Only the lines holding the word "requeue" are wanted; copy each of them from the listing.
■ ■ ■ ■ ■ ■ ■
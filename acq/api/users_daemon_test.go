package api_test

import (
	"os"
	"path/filepath"
	"strings"
	"syscall"
	"testing"
	"time"

	"hystd/acq/api"
)

// TestUsersFileInDaemon: `hystd serve` with http.users_file beside the
// token file, through the daemon's own wiring (ForDaemon): each user acts
// with their own role, and after the users file is changed and the daemon
// gets SIGHUP, a removed user's token is refused at once while the others
// and the single token keep working.
func TestUsersFileInDaemon(t *testing.T) {
	const (
		reviewToken  = "review-token-4f1c9a0d2b7e"
		operateToken = "operate-token-8a3e51c7d9f2"
		adminToken   = "admin-token-c07e4b19d6a8"
	)
	users := func(withAdmin bool) string {
		s := "kind: users\nusers:\n" +
			"  - {name: ana, role: review, token_sha256: " + api.TokenHash(reviewToken) + "}\n" +
			"  - {name: ben, role: operate, token_sha256: " + api.TokenHash(operateToken) + "}\n"
		if withAdmin {
			s += "  - {name: cy, role: admin, token_sha256: " + api.TokenHash(adminToken) + "}\n"
		}
		return s
	}
	bs := startServer(t, serverSetup{simClock: true, users: users(true)})
	requeue := func(token string) (int, map[string]any) {
		var m map[string]any
		return bs.call(t, "POST", "/api/v1/outbox/requeue?all=true", token, "", &m), m
	}
	if code, m := requeue(operateToken); code != 403 || !strings.Contains(m["error"].(string), "user ben has role operate") {
		t.Errorf("operate token on requeue: %d %v, want 403 naming ben", code, m)
	}
	// Let through: the outbox is empty, so the requeue answers 404.
	if code, m := requeue(adminToken); code != 404 {
		t.Errorf("admin token on requeue: %d %v, want 404 (authorized, nothing quarantined)", code, m)
	}
	var m map[string]any
	if code := bs.call(t, "POST", "/api/v1/runs?fixture="+bs.fixture, reviewToken, "kind: recipe\n", &m); code != 403 || !strings.Contains(m["error"].(string), "user ana has role review") {
		t.Errorf("review token on start: %d %v, want 403 naming ana", code, m)
	}

	if err := os.WriteFile(filepath.Join(bs.dir, "users.yaml"), []byte(users(false)), 0o600); err != nil {
		t.Fatal(err)
	}
	bs.sigs <- syscall.SIGHUP
	for deadline := time.Now().Add(20 * time.Second); !strings.Contains(bs.logs.String(), `msg="config reloaded"`); time.Sleep(20 * time.Millisecond) {
		if time.Now().After(deadline) {
			t.Fatalf("no reload in the log:\n%s", bs.logs)
		}
	}
	if code, m := requeue(adminToken); code != 401 {
		t.Errorf("removed user's token after the reload: %d %v, want 401", code, m)
	}
	if code, m := requeue(operateToken); code != 403 {
		t.Errorf("operate token after the reload: %d %v, want 403", code, m)
	}
	if code, m := requeue(browserToken); code != 404 {
		t.Errorf("the single token after the reload: %d %v, want 404 (authorized)", code, m)
	}
	if strings.Contains(bs.logs.String(), "http.users_file") {
		t.Errorf("the log still says the users file needs a restart:\n%s", bs.logs)
	}
}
■ ■ ■ ■ ■ ■ ■
→ Output for this task
	requeue := func(token string) (int, map[string]any) {
		return bs.call(t, "POST", "/api/v1/outbox/requeue?all=true", token, "", &m), m
	if code, m := requeue(operateToken); code != 403 || !strings.Contains(m["error"].(string), "user ben has role operate") {
		t.Errorf("operate token on requeue: %d %v, want 403 naming ben", code, m)
	// Let through: the outbox is empty, so the requeue answers 404.
	if code, m := requeue(adminToken); code != 404 {
		t.Errorf("admin token on requeue: %d %v, want 404 (authorized, nothing quarantined)", code, m)
	if code, m := requeue(adminToken); code != 401 {
	if code, m := requeue(operateToken); code != 403 {
	if code, m := requeue(browserToken); code != 404 {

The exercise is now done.